** Opening Input block **
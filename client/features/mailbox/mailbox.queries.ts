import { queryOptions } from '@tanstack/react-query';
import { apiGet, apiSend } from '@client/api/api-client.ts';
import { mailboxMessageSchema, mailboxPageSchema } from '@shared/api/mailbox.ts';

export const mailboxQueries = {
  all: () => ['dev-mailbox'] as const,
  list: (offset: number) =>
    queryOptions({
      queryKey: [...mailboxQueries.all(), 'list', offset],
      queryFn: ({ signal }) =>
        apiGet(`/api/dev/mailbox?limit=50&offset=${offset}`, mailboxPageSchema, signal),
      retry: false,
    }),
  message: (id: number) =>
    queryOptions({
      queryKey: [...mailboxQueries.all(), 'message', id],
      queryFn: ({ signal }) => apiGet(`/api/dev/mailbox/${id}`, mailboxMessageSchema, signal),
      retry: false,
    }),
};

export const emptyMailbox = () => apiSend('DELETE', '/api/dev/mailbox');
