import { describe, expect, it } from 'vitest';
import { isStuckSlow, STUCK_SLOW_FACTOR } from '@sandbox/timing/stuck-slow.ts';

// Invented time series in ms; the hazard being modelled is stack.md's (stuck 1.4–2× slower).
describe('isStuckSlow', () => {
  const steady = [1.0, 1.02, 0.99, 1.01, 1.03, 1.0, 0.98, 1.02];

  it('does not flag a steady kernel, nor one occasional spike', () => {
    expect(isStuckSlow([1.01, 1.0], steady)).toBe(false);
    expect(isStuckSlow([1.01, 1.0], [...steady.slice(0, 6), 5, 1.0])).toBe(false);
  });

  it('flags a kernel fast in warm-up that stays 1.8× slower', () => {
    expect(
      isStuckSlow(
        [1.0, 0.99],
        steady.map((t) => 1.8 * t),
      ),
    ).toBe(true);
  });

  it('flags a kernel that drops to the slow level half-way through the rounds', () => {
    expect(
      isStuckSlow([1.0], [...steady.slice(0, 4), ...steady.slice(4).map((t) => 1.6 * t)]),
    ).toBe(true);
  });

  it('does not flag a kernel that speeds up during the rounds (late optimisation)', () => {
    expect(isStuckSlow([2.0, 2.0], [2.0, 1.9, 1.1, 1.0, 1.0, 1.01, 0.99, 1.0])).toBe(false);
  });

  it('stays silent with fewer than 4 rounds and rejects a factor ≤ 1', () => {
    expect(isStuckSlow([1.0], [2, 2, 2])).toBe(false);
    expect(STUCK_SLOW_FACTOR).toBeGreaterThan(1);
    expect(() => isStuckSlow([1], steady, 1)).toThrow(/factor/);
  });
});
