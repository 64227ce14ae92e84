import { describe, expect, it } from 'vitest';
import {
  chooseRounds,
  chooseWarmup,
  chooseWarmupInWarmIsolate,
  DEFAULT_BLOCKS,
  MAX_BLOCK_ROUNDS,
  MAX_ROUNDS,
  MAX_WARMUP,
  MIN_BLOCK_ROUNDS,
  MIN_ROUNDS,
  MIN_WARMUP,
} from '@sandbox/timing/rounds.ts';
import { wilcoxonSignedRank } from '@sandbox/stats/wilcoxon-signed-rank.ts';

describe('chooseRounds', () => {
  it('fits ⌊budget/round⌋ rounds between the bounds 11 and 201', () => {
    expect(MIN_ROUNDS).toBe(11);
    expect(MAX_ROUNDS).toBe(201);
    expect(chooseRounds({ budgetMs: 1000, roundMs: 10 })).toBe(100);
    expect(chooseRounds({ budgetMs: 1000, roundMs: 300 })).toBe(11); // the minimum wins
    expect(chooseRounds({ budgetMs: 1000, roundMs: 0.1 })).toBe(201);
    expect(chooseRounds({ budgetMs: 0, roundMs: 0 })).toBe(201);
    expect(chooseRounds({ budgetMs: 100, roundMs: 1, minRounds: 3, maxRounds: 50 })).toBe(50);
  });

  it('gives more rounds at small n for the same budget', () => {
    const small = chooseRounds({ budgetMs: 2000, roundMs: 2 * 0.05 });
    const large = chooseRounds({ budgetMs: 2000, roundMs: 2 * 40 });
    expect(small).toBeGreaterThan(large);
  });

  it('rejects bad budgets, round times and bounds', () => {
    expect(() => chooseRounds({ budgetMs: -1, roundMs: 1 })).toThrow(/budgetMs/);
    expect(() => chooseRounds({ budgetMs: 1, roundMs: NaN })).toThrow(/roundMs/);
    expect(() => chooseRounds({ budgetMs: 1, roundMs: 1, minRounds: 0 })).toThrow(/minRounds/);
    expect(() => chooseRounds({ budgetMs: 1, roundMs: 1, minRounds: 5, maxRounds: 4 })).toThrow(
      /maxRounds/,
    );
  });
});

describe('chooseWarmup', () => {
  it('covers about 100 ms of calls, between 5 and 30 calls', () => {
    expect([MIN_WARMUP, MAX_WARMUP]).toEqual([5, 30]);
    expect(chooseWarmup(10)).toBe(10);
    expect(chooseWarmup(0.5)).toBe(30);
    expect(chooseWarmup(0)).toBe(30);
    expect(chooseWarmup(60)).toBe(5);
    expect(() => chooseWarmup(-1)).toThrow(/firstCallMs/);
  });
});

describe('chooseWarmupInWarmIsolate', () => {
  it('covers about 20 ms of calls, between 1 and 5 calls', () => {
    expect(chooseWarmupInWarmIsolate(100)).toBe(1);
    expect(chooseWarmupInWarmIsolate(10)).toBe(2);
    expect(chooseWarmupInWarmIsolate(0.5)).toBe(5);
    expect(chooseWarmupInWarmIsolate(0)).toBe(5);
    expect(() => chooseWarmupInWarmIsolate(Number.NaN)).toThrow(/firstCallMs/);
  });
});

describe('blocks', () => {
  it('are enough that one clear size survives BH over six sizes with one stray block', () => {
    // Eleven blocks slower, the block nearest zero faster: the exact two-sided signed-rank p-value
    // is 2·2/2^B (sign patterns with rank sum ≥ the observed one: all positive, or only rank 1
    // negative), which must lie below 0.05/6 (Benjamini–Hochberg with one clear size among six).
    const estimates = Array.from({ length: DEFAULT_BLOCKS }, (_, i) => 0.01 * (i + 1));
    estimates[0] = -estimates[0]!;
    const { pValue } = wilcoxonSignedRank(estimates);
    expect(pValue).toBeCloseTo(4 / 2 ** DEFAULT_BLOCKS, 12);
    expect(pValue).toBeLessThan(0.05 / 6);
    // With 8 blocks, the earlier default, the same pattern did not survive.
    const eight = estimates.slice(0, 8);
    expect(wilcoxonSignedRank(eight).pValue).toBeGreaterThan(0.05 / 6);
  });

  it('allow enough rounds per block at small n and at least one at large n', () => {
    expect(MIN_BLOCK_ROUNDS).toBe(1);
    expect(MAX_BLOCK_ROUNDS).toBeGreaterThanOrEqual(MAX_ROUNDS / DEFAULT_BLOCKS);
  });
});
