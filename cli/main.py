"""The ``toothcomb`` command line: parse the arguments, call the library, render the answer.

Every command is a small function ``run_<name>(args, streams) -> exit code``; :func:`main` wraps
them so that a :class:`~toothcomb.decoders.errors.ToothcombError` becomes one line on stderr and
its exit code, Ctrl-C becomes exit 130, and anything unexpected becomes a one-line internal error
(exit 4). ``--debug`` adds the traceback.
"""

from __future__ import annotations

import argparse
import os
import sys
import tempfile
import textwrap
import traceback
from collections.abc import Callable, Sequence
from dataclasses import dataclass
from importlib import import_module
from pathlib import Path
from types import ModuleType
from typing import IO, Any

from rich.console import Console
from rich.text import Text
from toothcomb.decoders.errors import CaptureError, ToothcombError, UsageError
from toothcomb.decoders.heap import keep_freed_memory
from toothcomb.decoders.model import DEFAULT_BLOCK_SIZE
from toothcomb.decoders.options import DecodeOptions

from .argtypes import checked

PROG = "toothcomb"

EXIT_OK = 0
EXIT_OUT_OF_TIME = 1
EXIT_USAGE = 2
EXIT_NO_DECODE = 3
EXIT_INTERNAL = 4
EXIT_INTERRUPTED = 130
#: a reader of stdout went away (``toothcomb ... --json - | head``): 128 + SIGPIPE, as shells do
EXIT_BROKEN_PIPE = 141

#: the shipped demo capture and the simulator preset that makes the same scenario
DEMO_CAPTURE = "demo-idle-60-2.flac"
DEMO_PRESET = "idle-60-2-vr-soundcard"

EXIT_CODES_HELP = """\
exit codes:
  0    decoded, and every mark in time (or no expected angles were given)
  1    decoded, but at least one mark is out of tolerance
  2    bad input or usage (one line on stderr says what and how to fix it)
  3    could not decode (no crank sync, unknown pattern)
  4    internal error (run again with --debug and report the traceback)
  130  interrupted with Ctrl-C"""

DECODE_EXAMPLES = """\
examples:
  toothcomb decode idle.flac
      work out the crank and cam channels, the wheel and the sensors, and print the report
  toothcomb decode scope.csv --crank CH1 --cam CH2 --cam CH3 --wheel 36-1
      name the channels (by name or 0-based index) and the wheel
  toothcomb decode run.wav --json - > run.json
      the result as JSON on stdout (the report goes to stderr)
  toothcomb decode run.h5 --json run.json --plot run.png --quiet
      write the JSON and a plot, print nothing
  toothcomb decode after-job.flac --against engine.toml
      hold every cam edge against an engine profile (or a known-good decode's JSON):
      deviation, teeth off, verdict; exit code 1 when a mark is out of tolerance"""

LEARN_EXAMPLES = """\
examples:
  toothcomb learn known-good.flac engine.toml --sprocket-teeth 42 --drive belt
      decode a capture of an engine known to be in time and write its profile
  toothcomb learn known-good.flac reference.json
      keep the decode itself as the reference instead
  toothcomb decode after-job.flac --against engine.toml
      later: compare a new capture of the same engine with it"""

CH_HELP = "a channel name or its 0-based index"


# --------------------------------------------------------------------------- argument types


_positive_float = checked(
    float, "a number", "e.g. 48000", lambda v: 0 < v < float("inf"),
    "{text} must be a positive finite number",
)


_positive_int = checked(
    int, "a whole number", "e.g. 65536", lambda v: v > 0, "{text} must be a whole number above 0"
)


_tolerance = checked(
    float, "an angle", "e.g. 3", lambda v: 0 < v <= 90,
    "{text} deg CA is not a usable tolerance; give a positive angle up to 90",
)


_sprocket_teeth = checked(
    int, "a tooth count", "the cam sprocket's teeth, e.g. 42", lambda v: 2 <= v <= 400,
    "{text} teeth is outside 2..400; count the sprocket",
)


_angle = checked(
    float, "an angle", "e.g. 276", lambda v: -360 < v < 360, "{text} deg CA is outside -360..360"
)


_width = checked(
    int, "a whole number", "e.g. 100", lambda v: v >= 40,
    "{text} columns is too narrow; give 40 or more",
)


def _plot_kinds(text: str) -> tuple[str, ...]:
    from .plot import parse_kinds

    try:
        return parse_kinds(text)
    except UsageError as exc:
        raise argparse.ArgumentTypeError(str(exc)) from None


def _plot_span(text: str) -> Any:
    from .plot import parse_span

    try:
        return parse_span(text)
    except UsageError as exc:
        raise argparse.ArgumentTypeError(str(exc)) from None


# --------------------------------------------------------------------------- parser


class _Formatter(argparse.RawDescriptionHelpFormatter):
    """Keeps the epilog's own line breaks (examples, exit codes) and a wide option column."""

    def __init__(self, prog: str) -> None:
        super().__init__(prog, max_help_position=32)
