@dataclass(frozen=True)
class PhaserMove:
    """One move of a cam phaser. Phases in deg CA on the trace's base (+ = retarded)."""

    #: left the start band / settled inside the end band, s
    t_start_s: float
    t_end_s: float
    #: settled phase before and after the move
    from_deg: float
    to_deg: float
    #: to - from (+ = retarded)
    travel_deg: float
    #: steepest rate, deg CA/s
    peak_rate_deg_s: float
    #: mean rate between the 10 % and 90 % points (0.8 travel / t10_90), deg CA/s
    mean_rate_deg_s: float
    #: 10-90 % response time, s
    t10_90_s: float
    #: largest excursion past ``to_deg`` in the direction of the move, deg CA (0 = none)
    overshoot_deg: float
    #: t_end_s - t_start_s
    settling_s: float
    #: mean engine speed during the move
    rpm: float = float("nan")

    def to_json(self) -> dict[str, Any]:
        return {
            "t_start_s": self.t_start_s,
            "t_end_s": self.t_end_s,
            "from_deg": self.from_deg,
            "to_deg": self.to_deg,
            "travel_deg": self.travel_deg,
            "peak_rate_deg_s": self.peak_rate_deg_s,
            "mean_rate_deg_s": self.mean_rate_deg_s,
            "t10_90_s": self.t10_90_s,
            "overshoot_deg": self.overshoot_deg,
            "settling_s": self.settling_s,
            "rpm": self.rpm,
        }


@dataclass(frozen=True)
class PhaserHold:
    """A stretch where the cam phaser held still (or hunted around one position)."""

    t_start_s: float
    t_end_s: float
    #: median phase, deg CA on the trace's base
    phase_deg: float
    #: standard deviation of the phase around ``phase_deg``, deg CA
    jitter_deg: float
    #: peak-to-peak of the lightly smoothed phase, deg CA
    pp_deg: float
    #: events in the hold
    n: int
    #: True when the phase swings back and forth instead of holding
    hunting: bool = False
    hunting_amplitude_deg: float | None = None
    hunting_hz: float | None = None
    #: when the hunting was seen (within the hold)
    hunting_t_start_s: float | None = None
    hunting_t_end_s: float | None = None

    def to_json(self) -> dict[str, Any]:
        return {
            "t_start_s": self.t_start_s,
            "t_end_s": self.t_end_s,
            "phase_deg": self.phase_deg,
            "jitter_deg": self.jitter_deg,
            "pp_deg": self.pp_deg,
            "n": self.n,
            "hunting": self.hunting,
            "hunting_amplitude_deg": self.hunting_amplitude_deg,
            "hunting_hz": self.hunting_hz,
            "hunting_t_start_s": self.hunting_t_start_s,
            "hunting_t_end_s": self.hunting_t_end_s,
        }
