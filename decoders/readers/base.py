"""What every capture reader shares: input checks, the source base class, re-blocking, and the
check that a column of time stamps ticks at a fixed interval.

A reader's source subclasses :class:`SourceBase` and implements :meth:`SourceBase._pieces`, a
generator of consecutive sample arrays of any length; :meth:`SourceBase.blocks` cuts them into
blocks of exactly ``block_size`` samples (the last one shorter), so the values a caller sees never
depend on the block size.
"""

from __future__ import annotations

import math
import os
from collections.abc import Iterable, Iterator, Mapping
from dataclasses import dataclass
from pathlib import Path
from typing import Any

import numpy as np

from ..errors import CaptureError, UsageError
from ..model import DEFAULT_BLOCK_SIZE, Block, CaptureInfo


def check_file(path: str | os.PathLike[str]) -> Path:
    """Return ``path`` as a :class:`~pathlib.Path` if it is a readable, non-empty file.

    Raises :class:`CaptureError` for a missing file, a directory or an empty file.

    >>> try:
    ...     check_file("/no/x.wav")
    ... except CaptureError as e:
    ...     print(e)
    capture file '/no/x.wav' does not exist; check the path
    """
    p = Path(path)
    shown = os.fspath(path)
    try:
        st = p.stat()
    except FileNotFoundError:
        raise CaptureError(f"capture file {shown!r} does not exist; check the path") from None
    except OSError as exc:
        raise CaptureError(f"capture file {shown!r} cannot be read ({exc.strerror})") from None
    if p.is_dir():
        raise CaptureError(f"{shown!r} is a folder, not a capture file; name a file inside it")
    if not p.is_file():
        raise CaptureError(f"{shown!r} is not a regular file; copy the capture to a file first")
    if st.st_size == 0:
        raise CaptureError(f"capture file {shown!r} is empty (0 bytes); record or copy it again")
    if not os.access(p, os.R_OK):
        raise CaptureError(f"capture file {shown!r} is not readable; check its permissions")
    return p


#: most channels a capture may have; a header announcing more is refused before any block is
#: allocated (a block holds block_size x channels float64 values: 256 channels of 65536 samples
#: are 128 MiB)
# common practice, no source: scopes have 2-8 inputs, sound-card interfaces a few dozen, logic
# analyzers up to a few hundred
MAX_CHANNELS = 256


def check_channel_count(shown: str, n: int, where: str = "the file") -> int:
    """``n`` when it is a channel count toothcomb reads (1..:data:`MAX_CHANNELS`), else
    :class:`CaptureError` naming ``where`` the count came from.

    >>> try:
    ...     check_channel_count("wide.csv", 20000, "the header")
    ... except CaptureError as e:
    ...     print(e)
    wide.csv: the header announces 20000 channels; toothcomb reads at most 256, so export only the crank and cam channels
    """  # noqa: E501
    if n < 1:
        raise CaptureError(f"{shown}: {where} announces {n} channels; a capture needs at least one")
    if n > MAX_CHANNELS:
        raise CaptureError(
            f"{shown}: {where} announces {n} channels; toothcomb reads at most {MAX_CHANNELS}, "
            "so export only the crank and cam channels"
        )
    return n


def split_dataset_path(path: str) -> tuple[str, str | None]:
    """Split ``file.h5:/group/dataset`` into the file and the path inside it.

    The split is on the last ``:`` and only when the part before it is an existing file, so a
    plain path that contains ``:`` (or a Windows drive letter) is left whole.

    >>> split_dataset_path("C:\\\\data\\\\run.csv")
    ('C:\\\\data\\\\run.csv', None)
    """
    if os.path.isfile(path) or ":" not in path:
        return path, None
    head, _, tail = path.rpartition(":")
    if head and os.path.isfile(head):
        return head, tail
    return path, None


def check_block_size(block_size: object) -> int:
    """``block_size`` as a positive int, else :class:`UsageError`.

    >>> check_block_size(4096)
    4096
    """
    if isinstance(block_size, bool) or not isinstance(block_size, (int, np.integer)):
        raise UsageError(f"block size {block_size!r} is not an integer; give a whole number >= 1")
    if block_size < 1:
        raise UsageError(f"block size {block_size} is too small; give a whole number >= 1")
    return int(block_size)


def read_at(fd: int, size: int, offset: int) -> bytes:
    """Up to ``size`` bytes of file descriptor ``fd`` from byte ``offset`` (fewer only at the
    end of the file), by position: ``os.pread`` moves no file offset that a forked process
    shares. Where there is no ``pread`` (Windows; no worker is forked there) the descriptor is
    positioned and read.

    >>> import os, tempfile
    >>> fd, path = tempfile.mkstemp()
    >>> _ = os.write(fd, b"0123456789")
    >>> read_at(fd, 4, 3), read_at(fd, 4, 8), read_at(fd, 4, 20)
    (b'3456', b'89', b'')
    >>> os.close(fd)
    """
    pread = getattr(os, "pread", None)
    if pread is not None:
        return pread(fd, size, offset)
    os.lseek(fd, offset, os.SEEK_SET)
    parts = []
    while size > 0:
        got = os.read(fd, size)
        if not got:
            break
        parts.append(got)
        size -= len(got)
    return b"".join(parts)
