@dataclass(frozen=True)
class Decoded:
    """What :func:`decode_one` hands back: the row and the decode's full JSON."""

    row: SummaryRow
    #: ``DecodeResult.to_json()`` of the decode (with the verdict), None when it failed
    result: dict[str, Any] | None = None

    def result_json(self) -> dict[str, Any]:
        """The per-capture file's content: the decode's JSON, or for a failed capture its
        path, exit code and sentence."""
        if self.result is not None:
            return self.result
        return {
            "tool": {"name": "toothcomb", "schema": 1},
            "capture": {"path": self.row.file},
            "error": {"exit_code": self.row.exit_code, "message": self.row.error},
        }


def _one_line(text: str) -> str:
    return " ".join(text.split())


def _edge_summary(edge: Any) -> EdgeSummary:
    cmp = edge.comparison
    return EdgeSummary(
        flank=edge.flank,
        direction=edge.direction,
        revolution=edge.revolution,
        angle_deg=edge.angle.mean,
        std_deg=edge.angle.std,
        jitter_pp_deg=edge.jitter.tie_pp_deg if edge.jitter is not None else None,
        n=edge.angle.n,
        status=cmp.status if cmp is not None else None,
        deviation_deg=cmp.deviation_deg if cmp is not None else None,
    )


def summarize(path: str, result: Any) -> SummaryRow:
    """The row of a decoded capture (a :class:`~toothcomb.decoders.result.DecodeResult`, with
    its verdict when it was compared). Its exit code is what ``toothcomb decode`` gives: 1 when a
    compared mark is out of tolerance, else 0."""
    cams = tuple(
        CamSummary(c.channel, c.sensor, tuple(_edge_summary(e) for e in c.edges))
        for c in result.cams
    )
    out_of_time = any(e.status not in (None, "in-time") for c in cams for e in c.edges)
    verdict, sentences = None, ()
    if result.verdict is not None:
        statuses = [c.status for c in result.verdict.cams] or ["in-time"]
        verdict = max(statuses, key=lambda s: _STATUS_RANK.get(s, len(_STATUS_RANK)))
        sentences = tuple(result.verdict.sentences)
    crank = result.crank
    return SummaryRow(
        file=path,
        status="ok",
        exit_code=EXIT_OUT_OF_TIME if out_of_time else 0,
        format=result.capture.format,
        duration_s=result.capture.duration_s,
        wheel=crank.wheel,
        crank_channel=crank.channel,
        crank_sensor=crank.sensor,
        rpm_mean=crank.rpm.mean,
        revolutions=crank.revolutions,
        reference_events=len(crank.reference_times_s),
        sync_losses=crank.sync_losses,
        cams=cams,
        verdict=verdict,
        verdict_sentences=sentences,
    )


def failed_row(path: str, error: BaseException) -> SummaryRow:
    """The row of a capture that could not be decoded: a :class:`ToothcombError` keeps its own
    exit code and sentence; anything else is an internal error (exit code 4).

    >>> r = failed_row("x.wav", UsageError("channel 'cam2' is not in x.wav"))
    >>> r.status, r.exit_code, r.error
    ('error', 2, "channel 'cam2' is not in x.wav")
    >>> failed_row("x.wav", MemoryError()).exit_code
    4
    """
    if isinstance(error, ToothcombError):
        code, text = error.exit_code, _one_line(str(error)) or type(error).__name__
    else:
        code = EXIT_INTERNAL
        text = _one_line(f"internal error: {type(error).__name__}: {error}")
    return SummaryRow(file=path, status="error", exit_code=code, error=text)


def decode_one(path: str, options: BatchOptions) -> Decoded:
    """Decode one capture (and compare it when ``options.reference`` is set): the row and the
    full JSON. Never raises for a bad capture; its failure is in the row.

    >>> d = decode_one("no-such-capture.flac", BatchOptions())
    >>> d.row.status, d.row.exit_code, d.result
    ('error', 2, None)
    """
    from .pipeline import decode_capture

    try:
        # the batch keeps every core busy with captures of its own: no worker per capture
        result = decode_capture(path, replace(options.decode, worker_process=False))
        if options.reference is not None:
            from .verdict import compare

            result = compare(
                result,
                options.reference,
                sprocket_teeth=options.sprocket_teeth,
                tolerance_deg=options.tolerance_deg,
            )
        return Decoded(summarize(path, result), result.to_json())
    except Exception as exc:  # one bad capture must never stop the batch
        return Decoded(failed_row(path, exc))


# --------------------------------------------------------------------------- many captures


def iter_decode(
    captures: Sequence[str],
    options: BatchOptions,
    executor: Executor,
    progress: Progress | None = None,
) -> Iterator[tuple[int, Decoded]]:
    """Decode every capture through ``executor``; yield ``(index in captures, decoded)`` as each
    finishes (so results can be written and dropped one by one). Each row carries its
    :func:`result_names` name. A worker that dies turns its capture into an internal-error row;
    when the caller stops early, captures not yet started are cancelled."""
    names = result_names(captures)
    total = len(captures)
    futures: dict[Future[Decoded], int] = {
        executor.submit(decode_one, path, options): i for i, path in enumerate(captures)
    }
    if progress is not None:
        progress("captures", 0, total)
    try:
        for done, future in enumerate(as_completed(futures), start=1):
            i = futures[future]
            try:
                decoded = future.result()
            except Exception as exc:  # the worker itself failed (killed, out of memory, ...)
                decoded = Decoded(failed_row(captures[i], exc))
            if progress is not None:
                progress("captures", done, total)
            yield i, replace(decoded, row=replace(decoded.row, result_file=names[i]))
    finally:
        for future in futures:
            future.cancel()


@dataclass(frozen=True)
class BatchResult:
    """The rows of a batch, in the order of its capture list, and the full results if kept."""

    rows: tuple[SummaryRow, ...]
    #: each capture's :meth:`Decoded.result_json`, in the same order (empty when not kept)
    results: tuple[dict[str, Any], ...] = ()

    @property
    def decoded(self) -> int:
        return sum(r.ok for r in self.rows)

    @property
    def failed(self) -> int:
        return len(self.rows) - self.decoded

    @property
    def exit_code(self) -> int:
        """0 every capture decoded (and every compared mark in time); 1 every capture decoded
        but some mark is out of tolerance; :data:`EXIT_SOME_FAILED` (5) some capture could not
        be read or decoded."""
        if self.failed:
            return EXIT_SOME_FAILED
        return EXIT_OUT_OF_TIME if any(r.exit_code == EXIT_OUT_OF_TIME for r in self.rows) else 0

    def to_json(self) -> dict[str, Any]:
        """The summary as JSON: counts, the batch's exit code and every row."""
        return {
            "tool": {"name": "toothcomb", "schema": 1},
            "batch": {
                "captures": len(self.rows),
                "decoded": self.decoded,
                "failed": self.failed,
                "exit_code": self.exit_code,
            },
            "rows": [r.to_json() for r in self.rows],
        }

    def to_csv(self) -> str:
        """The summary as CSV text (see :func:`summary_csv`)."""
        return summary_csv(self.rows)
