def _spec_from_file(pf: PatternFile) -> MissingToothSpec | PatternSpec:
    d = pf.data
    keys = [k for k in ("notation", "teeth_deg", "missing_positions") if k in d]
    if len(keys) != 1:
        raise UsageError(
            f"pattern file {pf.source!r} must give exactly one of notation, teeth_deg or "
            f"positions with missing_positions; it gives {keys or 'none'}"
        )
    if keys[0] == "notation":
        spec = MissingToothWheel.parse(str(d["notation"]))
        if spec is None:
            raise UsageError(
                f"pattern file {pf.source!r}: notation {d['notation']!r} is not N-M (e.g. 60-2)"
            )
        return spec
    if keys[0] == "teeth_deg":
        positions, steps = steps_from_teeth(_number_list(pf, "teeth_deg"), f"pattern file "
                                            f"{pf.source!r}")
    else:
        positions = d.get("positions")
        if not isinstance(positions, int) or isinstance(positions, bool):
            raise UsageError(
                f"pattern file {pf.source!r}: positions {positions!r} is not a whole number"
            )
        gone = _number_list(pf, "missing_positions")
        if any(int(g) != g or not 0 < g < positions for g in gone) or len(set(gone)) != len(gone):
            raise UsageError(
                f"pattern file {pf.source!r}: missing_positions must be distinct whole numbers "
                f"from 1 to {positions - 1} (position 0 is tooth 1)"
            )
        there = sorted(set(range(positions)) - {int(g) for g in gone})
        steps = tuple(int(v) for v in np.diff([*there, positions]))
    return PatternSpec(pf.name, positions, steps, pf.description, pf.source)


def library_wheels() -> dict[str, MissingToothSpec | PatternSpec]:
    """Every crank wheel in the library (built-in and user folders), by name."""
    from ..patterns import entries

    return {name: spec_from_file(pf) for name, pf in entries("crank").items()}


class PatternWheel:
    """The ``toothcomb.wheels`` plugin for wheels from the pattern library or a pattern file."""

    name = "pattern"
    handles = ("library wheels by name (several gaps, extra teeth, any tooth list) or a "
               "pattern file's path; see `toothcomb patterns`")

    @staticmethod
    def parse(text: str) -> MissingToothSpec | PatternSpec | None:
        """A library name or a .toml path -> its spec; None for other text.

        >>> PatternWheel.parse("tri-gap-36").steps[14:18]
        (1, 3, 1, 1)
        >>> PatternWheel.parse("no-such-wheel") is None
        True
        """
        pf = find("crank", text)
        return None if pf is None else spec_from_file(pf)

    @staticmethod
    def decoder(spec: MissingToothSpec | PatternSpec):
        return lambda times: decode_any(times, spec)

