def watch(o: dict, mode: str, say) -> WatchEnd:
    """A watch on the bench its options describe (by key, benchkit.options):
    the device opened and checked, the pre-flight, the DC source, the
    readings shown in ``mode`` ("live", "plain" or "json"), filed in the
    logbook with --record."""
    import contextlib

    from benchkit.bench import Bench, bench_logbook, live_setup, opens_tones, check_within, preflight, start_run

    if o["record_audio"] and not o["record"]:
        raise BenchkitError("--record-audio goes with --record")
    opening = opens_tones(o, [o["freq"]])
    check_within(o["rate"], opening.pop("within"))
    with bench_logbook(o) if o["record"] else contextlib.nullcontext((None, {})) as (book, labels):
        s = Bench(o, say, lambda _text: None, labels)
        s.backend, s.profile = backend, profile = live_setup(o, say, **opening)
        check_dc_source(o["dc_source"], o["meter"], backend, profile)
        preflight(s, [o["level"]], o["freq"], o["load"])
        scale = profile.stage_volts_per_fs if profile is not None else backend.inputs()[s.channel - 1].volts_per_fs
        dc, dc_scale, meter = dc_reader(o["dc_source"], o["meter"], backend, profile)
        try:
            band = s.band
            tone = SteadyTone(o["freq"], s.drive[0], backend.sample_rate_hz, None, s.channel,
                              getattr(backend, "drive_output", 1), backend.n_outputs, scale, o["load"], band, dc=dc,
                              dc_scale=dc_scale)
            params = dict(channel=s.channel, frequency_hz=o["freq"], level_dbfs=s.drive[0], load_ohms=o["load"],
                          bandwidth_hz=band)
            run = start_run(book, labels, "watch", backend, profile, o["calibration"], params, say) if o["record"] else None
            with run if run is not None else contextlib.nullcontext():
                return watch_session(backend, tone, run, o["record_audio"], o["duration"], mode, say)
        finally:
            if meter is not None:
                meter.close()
** Closing Input block **
Exercise >> Where a line contains the word "good", copy that line from the listing above.

Solved problem >>
      hold every cam edge against an engine profile (or a known-good decode's JSON):
  toothcomb learn known-good.flac engine.toml --sprocket-teeth 42 --drive belt
  toothcomb learn known-good.flac reference.json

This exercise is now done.